---- Records for processing
def test_unknown_table_suggests(tmp_path):
    msg = run_bad(tmp_path, GOOD.replace("[sweep]", "[sweeps]"))
    assert msg == ("JOB: unknown table [sweeps] (allowed: job, model, params, sweep, refine, "
                   "drive, measure, confirm, predict, output). Did you mean 'sweep'?")


def test_unknown_parameter_suggests(tmp_path):
    msg = run_bad(tmp_path, GOOD.replace("t = 1.0", "tt = 1.0"))
    assert msg == "JOB: [params] has an unknown parameter 'tt' (allowed: m, t). Did you mean 't'?"


def test_float_for_a_count_is_refused(tmp_path):
    msg = run_bad(tmp_path, GOOD.replace("num = 3", "num = 3.0"))
    assert msg == "JOB: [sweep.m] num must be an integer in [1, inf); got 3.0."


def test_boolean_is_never_a_number(tmp_path):
    msg = run_bad(tmp_path, GOOD.replace("t = 1.0", "t = true"))
    assert msg == "JOB: [params] t must be a real number; got true."


def test_integer_accepted_for_a_real(tmp_path):
    job = tmp_path / "int.toml"
    job.write_text(GOOD.replace("t = 1.0", "t = 1").replace("OUT", str(tmp_path / "o.h5")))
    assert CliRunner().invoke(app, ["check", str(job)]).exit_code == 0


def test_empty_list_range(tmp_path):
    msg = run_bad(tmp_path, GOOD.replace("m = { start = -1.0, stop = 1.0, num = 3 }", "m = []"))
    assert msg.startswith("JOB: [sweep] m must be a list of values or a table")
    assert msg.endswith("got []. The list is empty.")


def test_empty_linear_range(tmp_path):
    msg = run_bad(tmp_path, GOOD.replace("stop = 1.0", "stop = -1.0"))
    assert msg == ("JOB: [sweep.m] stop must be different from start when num > 1; got -1.0. "
                   "The range is empty.")


def test_unknown_model_suggests(tmp_path):
    msg = run_bad(tmp_path, GOOD.replace('name = "qwz"', 'name = "qzw"'))
    assert msg.startswith("JOB: [model] name must be a built-in model or \"custom\"")
    assert msg.endswith("got 'qzw'. Did you mean 'qwz'?")


def test_code_in_an_expression_is_refused(tmp_path):
    msg = run_bad(tmp_path, GOOD.replace("t = 1.0", "t = \"__import__('os').system('x')\""))
    assert msg.startswith("JOB: [params] t must be a number or an arithmetic expression; got")
    assert "which is not an allowed function" in msg


def test_expression_naming_unknown_parameter(tmp_path):
    msg = run_bad(tmp_path, GOOD.replace("t = 1.0", 't = "2*mm"'))
    assert msg == ("JOB: [params] t must be an expression of defined parameters; got '2*mm'. "
                   "'mm' is not defined in [params] or [sweep]. Did you mean 'm'?")


def test_expression_cycle(tmp_path):
    text = GOOD.replace("t = 1.0", 't = "2*u"\nu = "t/2"')
    msg = run_bad(tmp_path, text)
    assert "refer to each other in a cycle" in msg


def test_required_model_parameter_missing(tmp_path):
    msg = run_bad(tmp_path, GOOD.replace("m = { start = -1.0, stop = 1.0, num = 3 }",
                                         "t = { start = 0.5, stop = 1.0, num = 2 }")
                  .replace("t = 1.0\n", ""))
    assert msg.startswith("JOB: [params] m is required by model 'qwz'")


def test_unknown_measurement_suggests(tmp_path):
    msg = run_bad(tmp_path, GOOD.replace("[measure.gap]", "[measure.chrn]"))
    assert msg.startswith("JOB: [measure] has an unknown measurement 'chrn'")
    assert msg.endswith("Did you mean 'chern'?")


def test_no_measurement(tmp_path):
    msg = run_bad(tmp_path, GOOD.replace("[measure.gap]", ""))
    assert msg.startswith("JOB: [measure] must be a table with at least one measurement")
--------
» Activity
Take the line that contains "msg = run_bad(tmp_path, GOOD.replace('name" and every line after it to the end of the entries above, and reproduce them exactly.

» Exercise response
    msg = run_bad(tmp_path, GOOD.replace('name = "qwz"', 'name = "qzw"'))
    assert msg.startswith("JOB: [model] name must be a built-in model or \"custom\"")
    assert msg.endswith("got 'qzw'. Did you mean 'qwz'?")


def test_code_in_an_expression_is_refused(tmp_path):
    msg = run_bad(tmp_path, GOOD.replace("t = 1.0", "t = \"__import__('os').system('x')\""))
    assert msg.startswith("JOB: [params] t must be a number or an arithmetic expression; got")
    assert "which is not an allowed function" in msg


def test_expression_naming_unknown_parameter(tmp_path):
    msg = run_bad(tmp_path, GOOD.replace("t = 1.0", 't = "2*mm"'))
    assert msg == ("JOB: [params] t must be an expression of defined parameters; got '2*mm'. "
                   "'mm' is not defined in [params] or [sweep]. Did you mean 'm'?")


def test_expression_cycle(tmp_path):
    text = GOOD.replace("t = 1.0", 't = "2*u"\nu = "t/2"')
    msg = run_bad(tmp_path, text)
    assert "refer to each other in a cycle" in msg


def test_required_model_parameter_missing(tmp_path):
    msg = run_bad(tmp_path, GOOD.replace("m = { start = -1.0, stop = 1.0, num = 3 }",
                                         "t = { start = 0.5, stop = 1.0, num = 2 }")
                  .replace("t = 1.0\n", ""))
    assert msg.startswith("JOB: [params] m is required by model 'qwz'")


def test_unknown_measurement_suggests(tmp_path):
    msg = run_bad(tmp_path, GOOD.replace("[measure.gap]", "[measure.chrn]"))
    assert msg.startswith("JOB: [measure] has an unknown measurement 'chrn'")
    assert msg.endswith("Did you mean 'chern'?")


def test_no_measurement(tmp_path):
    msg = run_bad(tmp_path, GOOD.replace("[measure.gap]", ""))
    assert msg.startswith("JOB: [measure] must be a table with at least one measurement")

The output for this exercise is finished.